Checking for thermal safety
Project-specific stress analysis using suitable software should be undertaken and any glazed areas found to be at risk should be thermally treated by heat-strengthening or toughening (and heat soaked).  The safety check should take account of temporary conditions such as scaffolding and cleaning cradles and future conditions such as trees planted in close proximity to a glazed wall.
 

Toughened glass
Uniform load, impact, weld spatter, inadequate clearance and edge damage may also cause breakage of toughened glass, although the risk of breakage is lower since higher stress levels are tolerable.

Thermal breakage of toughened glass with clean cut edges will not occur in normal circumstances because this requires a centre-edge temperature difference of about 90 to 150^oC.  Stress concentrations such as edge damage can cause thermal breakage of toughened glass.
 

Nickel Sulfide inclusions
Glass may contain nickel sulfide impurities, in the form of small crystals, image.  As glass is heated during the toughening process these impurities change state.  The high temperature a-state of the impurities may be frozen when the glass is quenched, and recovery to the low temperature b-state may then take several years.  Spontaneous breakage of the glass may follow, as the low temperature b-state of the nickel sulfide impurities occupies a slightly greater volume and so generates a local stress concentration.  However, only the largest impurities will cause failure, and only then if they are in the core tensile zone of the glass.

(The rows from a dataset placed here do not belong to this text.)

import { useMutation, useQueryClient } from '@tanstack/react-query';
import { doneSchema } from '@weighhouse/shared/contracts/common';
import { agendaItemSchema, type PutOnAgenda } from '@weighhouse/shared/contracts/differential';
import { del, put } from '../../../lib/api';
import { refreshDifferential } from './refresh-differential';

const path = (caseId: string, findingId: string) => `/api/cases/${caseId}/agenda/${findingId}`;

/** Puts a row on the agenda, or changes its note. */
export function usePutOnAgenda(caseId: string, findingId: string) {
  const client = useQueryClient();
  return useMutation({
    mutationFn: (body: PutOnAgenda) => put(path(caseId, findingId), agendaItemSchema, body),
    onSettled: () => refreshDifferential(client, caseId),
  });
}

/** Takes a row off the agenda, as it was last seen. */
export function useTakeOffAgenda(caseId: string, findingId: string) {
  const client = useQueryClient();
  return useMutation({
    mutationFn: (version: number) => del(`${path(caseId, findingId)}?version=${String(version)}`, doneSchema),
    onSettled: () => refreshDifferential(client, caseId),
  });
}
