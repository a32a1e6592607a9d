import { useMutation, useQueryClient } from '@tanstack/react-query';
import { doneSchema } from '@weighhouse/shared/contracts/common';
import { request } from '../../../lib/api';
import { forgetAll } from '../../../lib/kept';
import { liveConnection } from '../../../lib/live-connection';
import { decideSession } from '../../../lib/session';
import { meQuery } from './get-me';
import { leaveNothing } from './leave-nothing';

/** Ends this session, or all of one's own. Nothing of the person stays in this browser. */
export function useSignOut() {
  const client = useQueryClient();
  return useMutation({
    mutationFn: ({ everywhere }: { everywhere: boolean }) =>
      request('DELETE', everywhere ? '/api/sessions' : '/api/session', {
        schema: doneSchema,
        wait: false,
      }),
    onSuccess: () => {
      liveConnection.close();
      forgetAll();
      decideSession(false);
      client.setQueryData(meQuery.queryKey, null);
      leaveNothing(client);
    },
  });
}
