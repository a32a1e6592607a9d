import { useMutation, useQueryClient } from '@tanstack/react-query';
import { handInSchema, type handInInputSchema } from '@weighhouse/shared/contracts/rounds';
import type { z } from 'zod';
import { post } from '../../../lib/api';
import { refreshDifferential } from './refresh-differential';

/** Hands one's judgement in for the round; the answer carries the digest of its seal. */
export function useHandIn(caseId: string) {
  const client = useQueryClient();
  return useMutation({
    mutationFn: ({ roundId, ...body }: z.input<typeof handInInputSchema> & { roundId: string }) =>
      post(`/api/rounds/${roundId}/hand-in`, handInSchema, body),
    onSuccess: () => refreshDifferential(client, caseId),
  });
}
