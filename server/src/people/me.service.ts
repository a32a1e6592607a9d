import { Inject, Injectable } from '@nestjs/common';
import type { Me } from '@weighhouse/shared/contracts/people';
import type { EntityManager } from 'typeorm';
import { AuditLog } from '../platform/audit-log/audit-log.js';
import { type Configuration, CONFIGURATION } from '../platform/config/configuration.js';
import { UnitOfWork } from '../platform/database/unit-of-work.js';
import { notFound } from '../platform/errors/refusal.js';
import type { Actor } from '../platform/http/actor.js';
import { PasswordsService } from './passwords.service.js';
import { PeopleDirectory } from './people-directory.js';
import { SessionsService } from './sessions.service.js';

/** What a signed-in person does with their own way in. */
@Injectable()
export class MeService {
  constructor(
    private readonly work: UnitOfWork,
    private readonly directory: PeopleDirectory,
    private readonly sessions: SessionsService,
    private readonly passwords: PasswordsService,
    private readonly audit: AuditLog,
    @Inject(CONFIGURATION) private readonly configuration: Configuration,
  ) {}

  async me(personId: string, em?: EntityManager): Promise<Me> {
    const entry = await this.directory.byId(personId, em);
    if (!entry) throw notFound();
    return { ...entry, timeZone: this.configuration.TIME_ZONE, demo: this.configuration.DEMO };
  }

  /** Starts a session for somebody whose password was right. @returns the cookie's value and who it is */
  signIn(personId: string, userAgent: string): Promise<{ token: string; me: Me }> {
    return this.work.run(async ({ em }) => {
      const token = await this.sessions.start(em, personId, userAgent);
      await this.audit.record(em, { actorId: personId, action: 'session.started', sentence: 'signed in' });
      return { token, me: await this.me(personId, em) };
    });
  }

  signOut(actor: Actor): Promise<void> {
    return this.work.run(async (work) => {
      await this.sessions.revoke(work, actor);
      await this.audit.record(work.em, {
        actorId: actor.id,
        action: 'session.ended',
        sentence: 'signed out',
      });
    });
  }

  signOutEverywhere(actor: Actor): Promise<void> {
    return this.work.run(async (work) => {
      await this.sessions.revokeAll(work, actor.id);
      await this.audit.record(work.em, {
        actorId: actor.id,
        action: 'session.allEnded',
        sentence: 'signed out everywhere',
      });
    });
  }

  /** Sets a new password; every other session ends. @throws Refusal wrong-password */
  async changePassword(actor: Actor, current: string, next: string): Promise<void> {
    await this.passwords.confirm(actor, current);
    await this.work.run(async (work) => {
      await this.passwords.set(work.em, actor.id, next);
      await this.sessions.revokeAll(work, actor.id, actor.sessionId);
      await this.audit.record(work.em, {
        actorId: actor.id,
        action: 'password.changed',
        sentence: 'changed the password',
      });
    });
  }
}
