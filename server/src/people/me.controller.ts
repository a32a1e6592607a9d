import { Body, Controller, Put } from '@nestjs/common';
import { doneSchema } from '@weighhouse/shared/contracts/common';
import { changePasswordSchema } from '@weighhouse/shared/contracts/people';
import type { z } from 'zod';
import { Access } from '../platform/http/access.decorator.js';
import { type Actor, CurrentActor } from '../platform/http/actor.js';
import { Answers } from '../platform/http/answers.decorator.js';
import { MeService } from './me.service.js';

@Controller('api/me')
export class MeController {
  constructor(private readonly service: MeService) {}

  /** Changes one's password and signs out every other device. */
  @Put('password')
  @Access('signedIn')
  @Answers(doneSchema)
  async changePassword(
    @CurrentActor() actor: Actor,
    @Body({ schema: changePasswordSchema }) input: z.infer<typeof changePasswordSchema>,
  ) {
    await this.service.changePassword(actor, input.currentPassword, input.newPassword);
    return { done: true };
  }
}
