import { Column, Entity, Index, PrimaryColumn } from 'typeorm';
import { moment } from '../platform/database/columns.js';

/** One signed-in browser. The cookie names this row, so that it can be revoked at once. */
@Entity('session')
@Index(['personId', 'revokedAt'])
export class SessionRow {
  @PrimaryColumn('char', { length: 36 })
  id: string;

  @Column('char', { length: 36 })
  personId: string;

  @Column(moment())
  createdAt: Date;

  /** The end, however busy the session is. */
  @Column(moment())
  expiresAt: Date;

  @Column(moment({ nullable: true }))
  revokedAt: Date | null;

  /** Written at most once a minute; a session that rests too long is over. */
  @Column(moment())
  lastSeenAt: Date;

  @Column('varchar', { length: 255 })
  userAgent: string;
}
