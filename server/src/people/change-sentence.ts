import type { ChangePerson, Person } from '@weighhouse/shared/contracts/people';

/** What an administrator changed, as the rest of a sentence for the trail. */
export function changeSentence(before: Person, input: ChangePerson): string {
  const parts = [
    input.active === false && before.active === true && 'deactivated',
    input.active === true && before.active === false && 'activated',
    input.name !== undefined && input.name !== before.name && `name to ${input.name}`,
    input.specialty !== undefined &&
      input.specialty !== before.specialty &&
      `specialty to ${input.specialty}`,
    input.centreId !== undefined && input.centreId !== before.centre.id && 'centre',
    input.roles !== undefined &&
      !sameRoles(input.roles, before.roles) &&
      `roles from ${before.roles.join(', ')} to ${input.roles.join(', ')}`,
  ].filter((part) => part !== false);
  return `changed the entry of ${before.name}: ${parts.length > 0 ? parts.join('; ') : 'nothing new'}`;
}

const sameRoles = (a: readonly string[], b: readonly string[]): boolean =>
  new Set(a).size === new Set(b).size && a.every((role) => b.includes(role));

One large reputable manufacturer reckons that only 1 critical inclusion occurs in every 13 tonnes of glass that they produce, and that 90% of the inclusions will cause premature breakage during their heat soaking process.  This means that only one nickel sulfide inclusion will ‘get through’ for each 12,700 m² of 4 mm heat soaked toughened glass, or for each 8,470 m² of 6 mm heat soaked toughened glass.

Nickel sulfide failures can start to occur any time after production, with experience suggesting a peak failure rate typically four to five years after production.
 

Diagnosing NiS failure
Nickel sulphide breakage of glass exhibits a characteristic fracture pattern.  However, it is not unusual for toughened glass to fall out of its frame when broken, thereby preventing examination of the fracture pattern and origin.

Assuming that the fractured pane remains in place, at the origin or epicentre of the fracture there should be located two fragments which are larger than the rest and which form a ‘figure of 8’ or ‘butterfly’, image.  In the centre would be located the inclusion which is a small, round, shiny, yellow-black particle which may be as small as 0.05mm in diameter.

The risk of nickel sulfide failure can be reduced by heat soaking as described in Section 08.02.